Advanced Prompt Engineering #

Role Prompting #

Tip: Assign the LLM a relevant role.

One of the most common prompting tips is to give the LLM a role or a persona. This usually goes along the lines of You are an experienced copywriter or you are a successful author of young adult books. Many LLM system prompts start with a similar, albeit more generic, statement, such as You are a helpful assistant.

While role prompting was undeniably helpful in the early days of LLMs, today its usefulness is increasingly questioned. Most notably, Zheng et al. (2023) had 9 popular LLMs answer multiple-choice questions on a wide range of topics, with and without a persona in the prompt. They experimented with a various types of personas, from generic ones (enthusiast, advisor, instructor, etc.) to specialized ones (ecologist, geologist, midwife, etc.). Their results showed convincingly that no single persona performs better than the control setting across all tasks. In other words, adding You are a helpful assistant to every prompt doesn’t consistently improve the quality of the responses.

The best and worst 10 personas in Zheng et al. (2023). None of the personas led to better model performance consistently.

Still, role prompting can help. Zheng et al. found that peronas can lead to a small performance gain, as long as they are relevant to the task. Audience-specific personas (you are talking to a …) did significantly better than speaker-specific ones (you are a …). So, when you have a software question, you might consider telling the LLM it’s talking to a software engineer; when you have a legal question, it might be helpful to say it’s talking to a laywer. However, remember the effect was small and not consistent across models.
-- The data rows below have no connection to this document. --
PARAMS = (
    Param("class_name", "target class", "Name of the target class of interest, for the tables and files.", kind=str),
    Param("class_mass_kg", 50.0, "Mass of the target class (iron or steel), kg.", minimum=0, exclusive_minimum=True),
    Param("class_max_burial_m", 1.0, "The class must be detected at every burial from the seabed down to this depth, m.",
          minimum=0, maximum=100),
    Param("class_basis", "conservative", "Mass model that decides where the class is detectable: conservative "
          "(worst orientation, solid sphere), typical (induced orientation, solid sphere) or optimistic "
          "(induced orientation, elongated hollow remanent item).", kind=str, choices=BASES),
    Param("burial_m", None, "Burial depth below the seabed of the least-detectable maps, m; default class_max_burial_m.",
          minimum=0, maximum=100, optional=True),
    Param("area_wkt", None, "Area of interest (to be cleared): a polygon in the survey CRS as WKT; default the "
          "gridded (non-blank) cells.", kind=str, optional=True),
    Param("search_radius_m", 25.0, "Cells with no accepted reading within this distance get no distance (NaN), m.",
          minimum=0, exclusive_minimum=True, maximum=10000),
    Param("min_gap_area_m2", 1.0, "Gaps smaller than this are counted but not written as polygons, m2.", minimum=0),
    Param("simplify_m", None, "Tolerance of the gap polygons' simplification, m; default half a cell.", minimum=0,
          optional=True),
    Param("max_line_spacing_m", None, "Specified largest spacing between neighbouring survey lines, m; not checked "
          "when unset.", minimum=0, exclusive_minimum=True, optional=True),
    Param("max_speed_m_s", None, "Specified largest speed over the ground, m/s; when unset only the speed that keeps "
          "min_readings_per_anomaly is checked.", minimum=0, exclusive_minimum=True, optional=True),
    Param("min_readings_per_anomaly", 5, "Fewest readings along the track within the class's anomaly width.",
          kind=int, minimum=2, maximum=1000),
    Param("stretch_length_m", 25.0, "Length of the along-line stretches of the sampling checks, m.", minimum=1,
          maximum=100000),
    Param("include_tie_lines", True, "Tie-line readings count as readings that can detect a target.", kind=bool),
    Param("exclude_flags", None, "Readings with any of these flags are not accepted; default the gridding stage's.",
          kind=list, choices=tuple(FLAGS), optional=True),
    Param("fallback_altitude_m", None, "Sensor height above the seabed where a reading's altitude is unknown, m; "
          "default the mean of the known altitudes.", minimum=0, maximum=1000, optional=True),
    Param("density_kg_m3", 7850.0, "Density of the iron or steel, kg/m^3 (as sizing).", minimum=0,
          exclusive_minimum=True),
    Param("aspect_ratio", 5.0, "Long over short axis of the most elongated item of the optimistic end (as sizing).",
          minimum=1, maximum=100),
    Param("wall_fraction", 0.15, "Wall thickness over outer radius of the thinnest-walled item of the optimistic end "
          "(as sizing).", minimum=0.01, maximum=1),
    Param("remanence_factor", 2.0, "Largest total over induced moment of the optimistic end (as sizing).", minimum=1),
    Param("main_field_nT", None, "Main-field intensity, nT; default from the grid.", minimum=1000, maximum=100000,
          optional=True),
    Param("geotiff", True, "Write GeoTIFFs of the maps.", kind=bool),
    Param("quicklook", True, "Write quick-look PNGs of the maps.", kind=bool),
)


def _metadata(table: pd.DataFrame) -> dict:
    if table is None or not {"key", "value"} <= set(table.columns):
        raise DataError("detectability: the picking stage's picking_metadata table is missing or has no key/value "
                        "columns; rerun the picking stage")
    meta = dict(zip(table["key"].astype(str), table["value"]))
    for key in ("pick_on", "threshold", "edge_margin_m"):
        if key not in meta:
            raise DataError(f"detectability: picking_metadata lacks {key!r}; rerun the picking stage")
    return meta


def _spacing(values: np.ndarray, name: str) -> float:
    if values.size < 2:
        raise DataError(f"detectability: the grid has {values.size} cell(s) along {name}; at least 2 are needed")
    step = np.diff(values)
    if not np.allclose(step, step[0], rtol=1e-6) or step[0] <= 0:
        raise DataError(f"detectability: grid coordinate {name!r} is not regularly spaced and increasing")
    return float(step[0])


def _area_polygon(wkt: str | None):
    if wkt is None:
        return None
    import shapely

    try:
        geom = shapely.from_wkt(wkt)
    except Exception as err:  # noqa: BLE001 - shapely raises several kinds
        raise ParameterError(f"detectability.area_wkt is not valid WKT ({str(err).splitlines()[0]}): give a POLYGON "
                             "or MULTIPOLYGON in the survey CRS") from None
    if geom is None or geom.geom_type not in ("Polygon", "MultiPolygon") or geom.is_empty or not geom.is_valid:
        raise ParameterError("detectability.area_wkt must be a valid, non-empty POLYGON or MULTIPOLYGON in the survey CRS")
    return geom


def class_geometry(table, basis: str, moment_Am2: float, threshold: float, z: float) -> dict:
    """Detection offset, detection distance and anomaly width of a moment at height ``z`` above it.

    Returns a dict with ``offset_m`` (largest detecting track offset, NaN if
    none), ``distance_m`` (slant distance there), ``width_m`` (half-maximum
    width along the track there, or straight overhead when undetectable).
    """
    orient = phys.BASES[basis]
    d = phys.detection_offset(table, orient, moment_Am2, threshold, z)
    at = d if np.isfinite(d) else 0.0
    return {"offset_m": d, "distance_m": math.hypot(at, z) if np.isfinite(d) else float("nan"),
            "width_m": float(phys.anomaly_width(table, at, z))}


def _detector_settings(context, meta: dict, grid, inclination: float):
    """The picker's detector settings from its manifest record and metadata table."""
    record = (context.records or {}).get("picking", {})
    params = (record.get("components") or {}).get("params")
    if not params or "detector_depths_m" not in params:
        raise DataError("detectability: the picking stage's parameters are not in the run manifest; rerun picking "
                        "(pick_on = 'dipole_detector' needs its depths and windows)")
    if "main_field_grid_declination_deg" not in grid.attrs:
        raise DataError("detectability: the grid lacks main_field_grid_declination_deg; rerun main_field and gridding")
    try:
        return det.detector_settings(params, meta, inclination, float(grid.attrs["main_field_grid_declination_deg"]))
    except ValueError as err:
        raise DataError(f"detectability: {err}") from None


def _inside(polygon, e, n) -> np.ndarray:
    """True where (e, n) lies inside the polygon (everywhere when there is none)."""
    e = np.asarray(e, dtype=float)
    if polygon is None:
        return np.ones(e.shape, dtype=bool)
    import shapely

    return shapely.contains_xy(polygon, e, np.asarray(n, dtype=float))


def _stack_tile(near, pickable, area, *moments, model):
    return maps.cell_maps(near, pickable[0], area[0], model, moments[0] if moments else None)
Finally, Zheng et al. observed that for most questions, there was at least one persona in their set that led to a significant increase in accuracy, but this ideal persona wasn’t always obvious and therefore hard to predict.

Few-shot Prompting #

Tip: Give some examples of optimal responses.
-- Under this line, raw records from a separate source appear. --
/**
 * Each drop's share of |S1|², |S2|² from each of the canting nodes asked for (indices into planeCantingNodes(spec); default:
 * all) and each order group asked for (spec.orderGroup, else every group of SHAPED_ORDER_GROUPS), weighted by the
 * node's weight, for flattened drops (a spheroid's fixed axis ratio, or equilibrium drops, each its own shape or
 * blended from shape nodes: ShapedRowSpec.deformationStep) at any wavelengths, on bins of width stepDeg centred on
 * thetaDeg (ascending, uniform): rows[drop][k] for the k-th (node, group) pair, node by node and within a node group by
 * group. Each scattering plane is traced once per shape and canting node at tracedIndices(spec), each order group's
 * orders on their own, the sweeps at the drops' own indices interpolated from those (spec.traceEveryIndex: traced at
 * each drop's index instead). Everything then scales with x (shapedPlaneRow), so drops of one shape and index share
 * one context. A (node, group) share is computed alone, so it is the same whichever other shares are computed with it:
 * kernel tasks split by canting node and order group (pipeline/kernels/canting-parts.ts) add the same numbers in the
 * same order as one task. planes counts scattering planes: a plane's groups count it once, with its first group (the
 * reflection's, which every plane has), so that a split task's parts report together what one task reports.
 */
export function shapedNodeRows(
  spec: ShapedRowSpec,
  drops: readonly ShapedDrop[],
  thetaDeg: Float64Array,
  stepDeg: number,
  nodeIndices?: readonly number[],
): { rows: { perp: Float64Array; par: Float64Array }[][]; foldsDeg: number[][]; planes: ShapedPlaneCount } {
  const allNodes = planeCantingNodes(spec);
  const groups = orderGroupsOf(spec);
  const asked = (nodeIndices ?? allNodes.map((_, k) => k)).flatMap((node) => groups.map((group) => ({ node, group })));
  const out = drops.map(() => asked.map(() => ({ perp: new Float64Array(thetaDeg.length), par: new Float64Array(thetaDeg.length) })));
  const foldsDeg = drops.map(() => asked.map(() => Number.NaN));
  const planes: ShapedPlaneCount = { traced: 0, interpolated: 0 };
  if (drops.length === 0) return { rows: out, foldsDeg, planes };
  if (spec.traceEveryIndex !== true && (spec.indexBlend ?? defaultIndexBlend(spec)) === "rows") {
    alignedNodeRows(spec, drops, thetaDeg, stepDeg, asked, out, foldsDeg, planes);
    return { rows: out, foldsDeg, planes };
  }
  // Each drop's shapes and weights; then each shape is traced once, for every drop that uses it.
  const uses = drops.map((drop) => shapesOf(spec, drop.radiusUm));
  const shapes = [...new Set(uses.flatMap((u) => u.map((s) => s.radiusUm)))].sort((a, b) => a - b);
  const plane = bowScatteringPlane(spec.sunElevationDeg, spec.arcPositionDeg);
  // Samples whose light lands more than NEAR_MARGIN_DEG to one side of the grid at every traced index are never traced again.
  const near = { loRad: (thetaDeg[0] - stepDeg / 2 - NEAR_MARGIN_DEG) * DEG, hiRad: (thetaDeg[thetaDeg.length - 1] + stepDeg / 2 + NEAR_MARGIN_DEG) * DEG };
  const rowPerp = new Float64Array(thetaDeg.length);
  const rowPar = new Float64Array(thetaDeg.length);
  for (const shapeRadiusUm of shapes) {
    const outline = outlineFor(spec, shapeRadiusUm);
    const users = drops.flatMap((drop, d) => uses[d].filter((s) => s.radiusUm === shapeRadiusUm).map((s) => ({ drop, d, weight: s.weight })));
    const indices = [...new Set(users.map((u) => u.drop.mRe))].sort((a, b) => a - b);
    const interpolate = spec.traceEveryIndex !== true;
    const traced = interpolate ? tracedIndices(spec) : indices;
    asked.forEach(({ node: nodeIndex, group }, k) => {
      const node = allNodes[nodeIndex];
      // One canting node's and group's sweeps at a time: memory stays at INDEX_NODES planes' sweeps (~14 MB), whatever the task.
      const { axis, options, sweeps } = tracedGroup(spec, node, group, outline, traced, plane, thetaDeg, stepDeg);
      if (group === 0) {
        planes.traced += traced.length;
        if (interpolate) planes.interpolated += indices.length;
      }
      for (const mRe of indices) {
        const tracer = interpolate ? shapedPlaneTracer({ outline, axis, n: mRe }, plane, options) : null;
        const at = interpolate
          ? sweeps[0].map((_, p) => (sweeps[0][p] ? interpolateSweep(sweeps.map((byOrder) => byOrder[p]!), traced, mRe, tracer!, near).sweep : null))
          : sweeps[traced.indexOf(mRe)];
        const ctx = contextFromSweeps(mRe, at, 1, thetaDeg, stepDeg, options);
        // A group of one bow order: its fold, for the canting mean (shapedMeanRows), read off the sweep also where the
        // order is ray optics alone (method "geometric": its caustic moves with the tilt as the Airy bow does). Blended
        // shapes have no one fold.
        const bowOrder = groupBowOrder(group);
        const sweep = bowOrder === undefined ? null : at[bowOrder];
        const fold = sweep ? bowFold(mRe, sweep, 1) : null;
        for (const { drop, d, weight } of users) {
          if (drop.mRe !== mRe) continue;
          foldsDeg[d][k] = fold && weight === 1 ? fold.thetaR / DEG : Number.NaN;
          shapedPlaneRow(ctx, drop.x, rowPerp, rowPar);
          const w = node.weight * weight;
          const share = out[d][k];
          for (let j = 0; j < rowPerp.length; j++) {
            share.perp[j] += w * rowPerp[j];
            share.par[j] += w * rowPar[j];
          }
        }
      }
    });
  }
  return { rows: out, foldsDeg, planes };
}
The prompts that we’ve discussed so far are all zero-shot prompts. This means they provide the LLM with a question or instruction without any accompanying examples. In contrast, few-shot prompts include one or more examples that illustrate both the task and its solution. Such examples often help the model produce more accurate and consistent responses, and they can also enable it to handle more complex tasks that it might not interpret correctly from instructions alone.

Of course, not all examples are created equally. As the prompting guide by Anthropic, the developers of Claude, points out, the best examples are:

relevant: they must reflect actual use cases.
diverse: they cover a variety of cases, including edge cases.
clear: they are set apart form the rest of the prompt, for example by wrapping them in <example> tags.

In a detailed study of few-shot prompting, Min et al. 2022 found that even incorrect (but relevant) examples can give the model helpful information about the range and format of possible answers!

Since the advent of LLMs, social media have been alive with screenshots of seemingly simple instructions that LLMs struggle with. One by now classic example is counting the number of r’s in a word like strawberry or cranberry. Indeed, if we ask GPT-4o how many r’s there are in cranberry, it often (but not always) answers two instead of three. This is one case where few-shot prompting helps: if you give a few examples of correct answers, GPT-4o is far more likely to answer correctly. Note also that its response follows the structure of the examples in the prompt.

Few-shot prompts help LLMs solve tasks they might struggle with otherwise.